# Preschool planning permission



## MontiS (9 Sep 2015)

Hi,
I'm looking for some advice please as I'm finding it very difficult to get a straight answer.
I am running a preschool in a parish hall/community centre and I saw an article in the independent at the weekend that said that a preschool in a similar position to myself received a warning letter as they have no planning permission. I was under the impression (as are all of the other people who I know running in a similar place) that we didn't need it as it falls in the same use class?

Took this from the Irish Statute Book relating to changes of use planning. 

“day centre” means non-residential premises used for social or recreational purposes or for the provision of care (including occupational training);

CLASS 8

Use—

(a)  as a health centre or clinic or for the provision of any medical or health services (but not the use of the house of a consultant or practitioner, or any building attached to the house or within the curtilage thereof, for that purpose),

(b)  as a crèche,

(c)  as a day nursery,

(d)  as a day centre.

There are two other use classes though that have community centre and parish hall. 

Could somebody please point me in the right direction? Any advice is welcome.


----------



## mathepac (9 Sep 2015)

I think the difference might be if you charge for the pre-school it could be classed as commercial use.


----------



## Sandals (10 Sep 2015)

Only exemption on planning permission is a childminder from own home catering for max 5 kids.

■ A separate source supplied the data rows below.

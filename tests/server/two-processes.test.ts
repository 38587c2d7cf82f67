import { v7 as newId } from 'uuid';
import { afterAll, beforeAll, describe, expect, test } from 'vitest';

import { caseLog } from '@/db/read-models/case-log';
import type { CaseCommand } from '@/lib/case/commands';
import { verifyChain } from '@/lib/record/verify-chain';

import { openSecondServer, type SecondServer } from './house/second-server';
import { planCaseAs, runCommand } from './house/client';
import { openTestHouse, type TestHouse } from './house/open-test-house';

const desk = 'desk@demo.example';
let house: TestHouse;
const opened: SecondServer[] = [];

function secondServer(): SecondServer {
  const server = openSecondServer(house);
  opened.push(server);
  return server;
}

beforeAll(async () => {
  house = await openTestHouse();
});
afterAll(async () => {
  await Promise.all(opened.map((server) => server.close()));
  await house.close();
});

const logOf = (caseId: string) => caseLog(house.admin, caseId, { afterSeq: 0, limit: 10_000, kinds: null });

describe('two servers on one database', () => {
  test('write one case in turns without a gap, a double or a broken chain, and remember the same state', async () => {
    const caseId = await planCaseAs(house, desk);
    const [one, two] = [secondServer(), secondServer()];
    await one.give(caseId, { name: 'open-case', clockOffsetMs: null });
    const replies = await Promise.all(
      Array.from({ length: 60 }, (_, index) => (index % 2 === 0 ? one : two).give(caseId, index % 5 === 0 ? (runCommand('wrist') as CaseCommand) : { name: 'send-message', text: `Message ${index}` })),
    );
    expect(replies.filter((reply) => reply.kind !== 'committed')).toEqual([]);
    const log = await logOf(caseId);
    expect(verifyChain(log.map(({ bytes, hash }) => ({ bytes, hash })))).toEqual({ ok: true, count: log.length });
    expect(new Set(log.map(({ entry }) => entry.commandId)).size).toBe(62);
    const [first, second] = [await one.context.memory.catchUp(caseId), await two.context.memory.catchUp(caseId)];
    expect(first).toEqual(second);
    expect(first).toEqual(await secondServer().context.memory.load(caseId));
  });

  test('one command id given to both at once is committed once and answered alike', async () => {
    const caseId = await planCaseAs(house, desk);
    const [one, two] = [secondServer(), secondServer()];
    const commandId = newId();
    const replies = await Promise.all([one, two].map((server) => server.give(caseId, { name: 'open-case', clockOffsetMs: null }, commandId)));
    expect(replies[0]).toMatchObject({ kind: 'committed', entries: [{ seq: 2, kind: 'case.opened' }] });
    expect(replies[1]).toEqual(replies[0]);
    expect((await logOf(caseId)).length).toBe(2);
  });

  test('a memory that is behind never refuses what the log allows, nor allows what the log refuses', async () => {
    const caseId = await planCaseAs(house, desk);
    const [one, two] = [secondServer(), secondServer()];
    expect((await two.context.memory.load(caseId)).state.status).toBe('planned');
    await one.give(caseId, { name: 'open-case', clockOffsetMs: null });
    // Two still believes "planned": it would refuse a phase, and would accept an opening.
    expect(await two.give(caseId, { name: 'change-phase', phase: 'monitoring', reason: null })).toMatchObject({ kind: 'committed' });
    expect((await one.context.memory.load(caseId)).state.phase).toBe('set-up');
    expect(await one.give(caseId, { name: 'change-phase', phase: 'monitoring', reason: null })).toMatchObject({ kind: 'refused', code: 'same-phase' });
  });

  test('two openings decided from the same number: one is committed, the other is decided again and refused', async () => {
    const caseId = await planCaseAs(house, desk);
    const [one, two] = [secondServer(), secondServer()];
    await Promise.all([one.context.memory.load(caseId), two.context.memory.load(caseId)]);
    // Both stand at number 1 and decide from there; only the key makes the second one decide again.
    const replies = await Promise.all([one, two].map((server) => server.give(caseId, { name: 'open-case', clockOffsetMs: null })));
    expect(replies.map((reply) => reply.kind).sort()).toEqual(['committed', 'refused']);
  });
});

describe('snapshots', () => {
  test('a case of over 500 entries is begun from its snapshot and folds to the same state', async () => {
    const caseId = await planCaseAs(house, desk);
    const writer = secondServer();
    await writer.give(caseId, { name: 'open-case', clockOffsetMs: null });
    for (let index = 0; index < 510; index += 1) await writer.give(caseId, { name: 'send-message', text: `Message ${index}` });
    await expect.poll(async () => Number((await house.admin('case_snapshots').where({ case_id: caseId }).count('* as count').first())?.count)).toBe(1);
    const written = await writer.context.memory.load(caseId);
    const read = await secondServer().context.memory.load(caseId);
    expect(read).toEqual(written);
  }, 90_000);
});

you have to have planning permission to run a pre-school, if you do not, your insurane would be nul and void. When you sign the contract for the ECCE scheme with the DCYA you are confirming that you have all your planning permission, fire certificate etc.  

Youv two choices, keep quiet until you are found out or immediately contact your ccc and county council. Going by the independent report, time is given to sort planning and won't shut the preschool down. But the risk is your not insured. Preschools currently are combating their liability by not opening door till dot of opening time and insisting on immediate collection.

It's the over supply of preschools at the moment that has warranted the reporting.


----------



## daithi28 (10 Sep 2015)

Monti S,

Exemptions from planning exist if the proposed use falls *within* the same "Class of Use" as the existing use as outlined in Schedule 2, Part 4 of the Regs.

The *"Parish Hall/Community Centre"* you describe is either a *Class 10 Use* in the Regulations; (f) use as "a social centre, community centre or non-residential club" or a *Class 7 Use; *(b) "use for the social and recreational activities of a religious body"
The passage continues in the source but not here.